Talks in the current context risk being seen as a reward for multiple breaches of the nuclear non-proliferation treaty. Many US diplomats, chiefly former members of the Bush administration now influential at the state department, believe that past talks not only failed, but were used as cover or even provided an incentive for Pyongyang to build its nuclear arsenal.
Six-party talks between Pyongyang, Beijing, Washington, Tokyo, Moscow and Seoul were launched by George W Bush in 2003 and lasted six rounds, but they did not achieve the right mix of carrot and stick, they believe, to persuade North Korea to end its nuclear programme.
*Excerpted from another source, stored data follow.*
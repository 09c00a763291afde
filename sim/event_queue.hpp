#pragma once
// The event core: a clock and a priority queue of timed events. It knows
// nothing clinical. Events at the same instant run by priority (lower first),
// then in the order they were scheduled, so simultaneous events have a fixed,
// documented order and runs are reproducible.
#include <cassert>
#include <cstdint>
#include <queue>
#include <vector>

#include "models/time.hpp"

namespace tocsin {

template <class Payload>
class EventQueue {
public:
    struct Event {
        Instant at;
        int priority;
        std::uint64_t sequence;
        Payload payload;
    };

    void schedule(Instant at, int priority, Payload payload) {
        assert(at >= now_ && "an event cannot be scheduled in the past");
        heap_.push(Event{at, priority, next_sequence_++, std::move(payload)});
    }
    bool empty() const { return heap_.empty(); }
    std::size_t size() const { return heap_.size(); }
    Instant now() const { return now_; }
    // Instant of the next event; only valid when not empty.
    Instant next_at() const { return heap_.top().at; }
    int next_priority() const { return heap_.top().priority; }

    Event pop() {
        Event e = heap_.top();
        heap_.pop();
        assert(e.at >= now_ && "the clock never runs backwards");
        now_ = e.at;
        return e;
    }
    void start_at(Instant t) {
        assert(heap_.empty());
        now_ = t;
    }

private:
    struct Later {
        bool operator()(const Event& a, const Event& b) const {
            if (a.at != b.at) return a.at > b.at;
            if (a.priority != b.priority) return a.priority > b.priority;
            return a.sequence > b.sequence;
        }
    };
    std::priority_queue<Event, std::vector<Event>, Later> heap_;
    Instant now_ = INT64_MIN;
    std::uint64_t next_sequence_ = 0;
};

}  // namespace tocsin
Defenders of the process, primarily China, argue the talks produced agreements, notably the September 2005 joint statement that outlined a step-by-step process intended to pave the way toward denuclearisation of the Korean peninsula. In the words of the chief US negotiator, Washington would in return respect North Korea’s sovereignty, allow an unimpeded civilian nuclear programme and economic aid and promise to establish a regional mechanism for maintaining peace and security.
US critics say the Bush administration foolishly backed away from these agreements and started to squeeze the North Korean economy, especially its key bank, Banco Delta Asia of Macau. The deal-breaker was North Korea’s insistence that US financial restrictions be part of the negotiations on its nuclear weapons. The US refused, with the Bush administration saying the sanctions were tied to North Korea’s criminal enterprises, not its nuclear programme.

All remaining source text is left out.